Thanks. I drove up with a new fishing buddy. He's new to Michigan, and really wanted to fish "the Holy Waters" that he had always heard about. We had a great time there. But, next time, I am gonna drag his ass over to the Manistee. I love fishing that river!


----------



## jaytothekizzay (Apr 1, 2002)

How are the "holy waters" never fished there myself. The North Branch fished well for me on Saturday...how was the fishing for you?


----------



## piscatorial warrior (Sep 14, 2011)

I thought the Manistee was on the NW side of the state. No wonder I get lost so much! :xzicon_sm


----------



## Trout King (May 1, 2002)

piscatorial warrior said:


> I thought the Manistee was on the NW side of the state. No wonder I get lost so much! :xzicon_sm


The Manistee and AuSable are very close once the Manistee gets in the middle of the state and turns north. Literally just down the road.


----------



## piscatorial warrior (Sep 14, 2011)

I didn't know that . Sounds like a great place to go. I don't visit the middle of the state much. Perhaps I should.


----------



## DLHirst (Mar 14, 2009)

The Manistee and Au Sable start out as small streams literally just a few miles apart. They both flow south, then - at Grayling - they change course. One heads west, and the other heads east. I do understand that most of the Manistee is considered a "north west stream", but where I fish it (hence the "Upper Manistee" title), you could call it either way. IMO.


----------



## DLHirst (Mar 14, 2009)

jaytothekizzay said:


> How are the "holy waters" never fished there myself. The North Branch fished well for me on Saturday...how was the fishing for you?

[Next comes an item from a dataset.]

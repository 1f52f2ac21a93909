"""Frozen records and arrays that every floor above may pass around."""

I love to fish the North Branch. And, probably, the South Branch is my favorite - especially the Mason tract. But, this time of year, the SB is too high to fish safely.

The Holy Waters have earned the name. It is a beautiful stretch of water. Plenty of fish, and plenty of good sized fish. It can generate more pressure than other parts of the AS system, but you can almost always find a place to fish alone, if that is your thing. It is very easily waded. And there are numerous public access points. You should give it a try, Jay!


----------



## jaytothekizzay (Apr 1, 2002)

Im gonna have to try it...i always end up on the North or South...just thougjt the holy waters section would b over fished and pressured...


----------



## -Axiom- (Jul 24, 2010)

DLHirst said:


> The Manistee and Au Sable start out as small streams literally just a few miles apart. They both flow south, then - at Grayling - they change course. One heads west, and the other heads east. I do understand that most of the Manistee is considered a "north west stream", but where I fish it (hence the "Upper Manistee" title), you could call it either way. IMO.



I would call that the dividing line.


----------



## Steve (Jan 15, 2000)

DLHirst said:


> I love to fish the North Branch. And, probably, the South Branch is my favorite - especially the Mason tract. But, this time of year, the SB is too high to fish safely.
> 
> The Holy Waters have earned the name. It is a beautiful stretch of water. Plenty of fish, and plenty of good sized fish. It can generate more pressure than other parts of the AS system, but you can almost always find a place to fish alone, if that is your thing. It is very easily waded. And there are numerous public access points. You should give it a try, Jay!


That is probably its strongest point, how easy it is to wade.


----------